The capture of H 2S by both limestone and dolomite was studied with a pressurized thermogravimetric apparatus. The experimental conditions were chosen to correspond to the conditions typical in a pressurized fluidized bed gasifier. Depending on these conditions the limestone reacts either uncalcined (CaCO 3) or calcined (CaO), and the dolomite either half-calcined (CaCO 3 + MgO) or fully calcined (CaO + MgO), with H 2S. The reaction product is calcium sulfide (CaS). MgO does not react with H 2S under these circumstances, due to thermodynamic limitations.
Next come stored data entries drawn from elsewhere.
void
efflux_cut_view_remove_range (EffluxCutView *self,
                              const char    *lobe)
{
  g_return_if_fail (EFFLUX_IS_CUT_VIEW (self));
  if (self->drag == DRAG_RANGE)
    self->drag = DRAG_NONE;
  if (efflux_plot_ranges_remove (self->ranges, lobe))
    invalidate (self);
}

gboolean
efflux_cut_view_get_range (EffluxCutView *self,
                           const char    *lobe,
                           double        *v1,
                           double        *v2)
{
  EffluxPlotRange *r;

  g_return_val_if_fail (EFFLUX_IS_CUT_VIEW (self), FALSE);
  r = efflux_plot_ranges_find (self->ranges, lobe);
  if (r == NULL)
    return FALSE;
  *v1 = r->v1;
  *v2 = r->v2;
  return TRUE;
}

/* ---- drawing ---- */

static void
append_image (EffluxCutView    *self,
              GtkSnapshot      *snapshot,
              const EffluxAxis *xa,
              const EffluxAxis *ya)
{
  const EffluxPv *pv = image_pv (self);
  int scale = gtk_widget_get_scale_factor (GTK_WIDGET (self));
  int x0 = (int) xa->s0, y0 = (int) ya->s1;
  int pw = (int) (xa->s1 - xa->s0), ph = (int) (ya->s0 - ya->s1);
  int tw = pw * scale, th = ph * scale;
  g_autofree gssize *columns = NULL;
  g_autoptr(GBytes) bytes = NULL;
  g_autoptr(GdkTexture) texture = NULL;
  guint8 *pixels;

  if (pv == NULL || self->rgba == NULL || tw <= 0 || th <= 0)
    return;
  /* nearest sample at the device resolution (4.8 scales textures linearly only) */
  columns = g_new (gssize, tw);
  for (int i = 0; i < tw; i++)
    {
      double off = efflux_axis_to_data (xa, x0 + (i + 0.5) / scale);
      double s = floor (off / pv->offset_step_arcsec + 0.5);

      columns[i] = (s >= 0 && s < pv->n_offsets) ? (gssize) s : -1;
    }
  pixels = g_malloc ((gsize) tw * th * 4);
  for (int j = 0; j < th; j++)
    {
      guint8 *row = pixels + (gsize) j * tw * 4;
      double v = efflux_axis_to_data (ya, y0 + (j + 0.5) / scale);
      double kf = floor ((v - pv->v0_kms) / pv->dv_kms + 0.5);
      gssize k = (kf >= 0 && kf < pv->nchan) ? (gssize) kf : -1;

      for (int i = 0; i < tw; i++)
        {
          if (k < 0 || columns[i] < 0)
            memset (row + 4 * i, 0, 4);
          else
            memcpy (row + 4 * i, self->rgba + ((gsize) k * pv->n_offsets + columns[i]) * 4, 4);
        }
    }
  bytes = g_bytes_new_take (pixels, (gsize) tw * th * 4);
  texture = gdk_memory_texture_new (tw, th, GDK_MEMORY_R8G8B8A8_PREMULTIPLIED, bytes,
                                    (gsize) tw * 4);
  gtk_snapshot_append_texture (snapshot, texture, &GRAPHENE_RECT_INIT (x0, y0, pw, ph));
}

static void
draw_contours (EffluxCutView    *self,
               cairo_t          *cr,
               const EffluxAxis *xa,
               const EffluxAxis *ya)
{
  guint colour = 0;

  if (self->contours == NULL)
    return;
  cairo_save (cr);
  cairo_set_line_width (cr, 1.2);
  for (guint i = 0; i < self->contours->len; i++)
    {
      GPtrArray *lines = g_ptr_array_index (self->contours, i);
      const EffluxPv *pv = self->set->cuts[i];
      const double *c;

      if (lines == NULL)
        continue;
      c = contour_colours[colour++ % G_N_ELEMENTS (contour_colours)];
      cairo_set_source_rgba (cr, c[0], c[1], c[2], 0.9);
      for (guint l = 0; l < lines->len; l++)
        {
          EffluxPolyline *line = g_ptr_array_index (lines, l);

          for (gsize k = 0; k < line->n; k++)
            {
              double sx = efflux_axis_to_screen (xa, line->xy[2 * k] * pv->offset_step_arcsec);
              double sy = efflux_axis_to_screen (ya, pv->v0_kms + line->xy[2 * k + 1] * pv->dv_kms);

              if (k == 0)
                cairo_move_to (cr, sx, sy);
              else
                cairo_line_to (cr, sx, sy);
            }
          if (line->closed)
            cairo_close_path (cr);
          cairo_stroke (cr);
        }
    }
  cairo_restore (cr);
}

static void
draw_shells (EffluxCutView    *self,
             cairo_t          *cr,
             const EffluxAxis *xa,
             const EffluxAxis *ya)
{
  cairo_save (cr);
  for (int l = 0; l < 2; l++)
    {
      if (self->shell_n[l] == 0)
        continue;
      for (int pass = 0; pass < 2; pass++)
        {
          /* a dark casing under the lobe's colour, readable on any colour map */
          if (pass == 0)
            {
              cairo_set_source_rgba (cr, 0.0, 0.0, 0.0, 0.7);
              cairo_set_line_width (cr, 4.0);
            }
          else
            {
              if (self->shell_kind[l] == EFFLUX_LOBE_RED)
                cairo_set_source_rgba (cr, 1.0, 0.35, 0.3, 1.0);
              else
                cairo_set_source_rgba (cr, 0.35, 0.65, 1.0, 1.0);
              cairo_set_line_width (cr, 2.0);
            }
          for (gsize i = 0; i < self->shell_n[l]; i++)
            {
              double sx = efflux_axis_to_screen (xa, self->shell_x[l][i]);
              double sy = efflux_axis_to_screen (ya, self->shell_v[l][i]);

              if (i == 0)
                cairo_move_to (cr, sx, sy);
              else
                cairo_line_to (cr, sx, sy);
            }
          cairo_stroke (cr);
        }
    }
  if (self->shell_spurs != NULL)
    for (guint q = 0; q < self->shell_spurs->len; q++)
      {
        const EffluxShellSpur *sp = &g_array_index (self->shell_spurs, EffluxShellSpur, q);
        double half = self->set != NULL ? 0.5 * self->set->cuts[0]->offset_step_arcsec : 0.0;
        double x0 = efflux_axis_to_screen (xa, self->shell_src + sp->x_min_arcsec - half);
        double x1 = efflux_axis_to_screen (xa, self->shell_src + sp->x_max_arcsec + half);
        double y0 = efflux_axis_to_screen (ya, sp->v_min_kms);
        double y1 = efflux_axis_to_screen (ya, sp->v_max_kms);
        double dash[] = { 4.0, 3.0 };

        cairo_rectangle (cr, MIN (x0, x1), MIN (y0, y1), fabs (x1 - x0), fabs (y1 - y0));
        cairo_set_source_rgba (cr, 1.0, 0.6, 0.0, 0.25);
        cairo_fill_preserve (cr);
        cairo_set_source_rgba (cr, 1.0, 0.6, 0.0, 1.0);
        cairo_set_line_width (cr, 1.5);
        cairo_set_dash (cr, dash, 2, 0);
        cairo_stroke (cr);
        cairo_set_dash (cr, NULL, 0, 0);
      }
  cairo_restore (cr);
}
The H 2S absorption capacities of three dolomites and two limestones of particle size 125–180 μm were compared at 950°C and 2 MPa. The capture of H 2S by calcined limestone and fully calcined dolomite was fast and 80–90 wt% of the Ca was converted to CaS. H 2S capture by uncalcined limestone was slow and after 2 h no more than 20 wt% of the Ca had reacted to CaS. Half-calcined dolomite was significantly more efficient than uncalcined limestone and 60–80 wt% of the Ca was converted to CaS within 60 min. Experiments were also carried out at lower temperatures. For calcined limestone and fully calcined dolomite the reaction rate was still too fast for kinetic studies at 750°C. However, for uncalcined limestone and half-calcined dolomite the reaction rate clearly decreased at lower temperatures. The observed activation energy for uncalcined limestone was ∼ 100 kJ mol −1 and for half-calcined dolomite 300–400 kJ mol −1.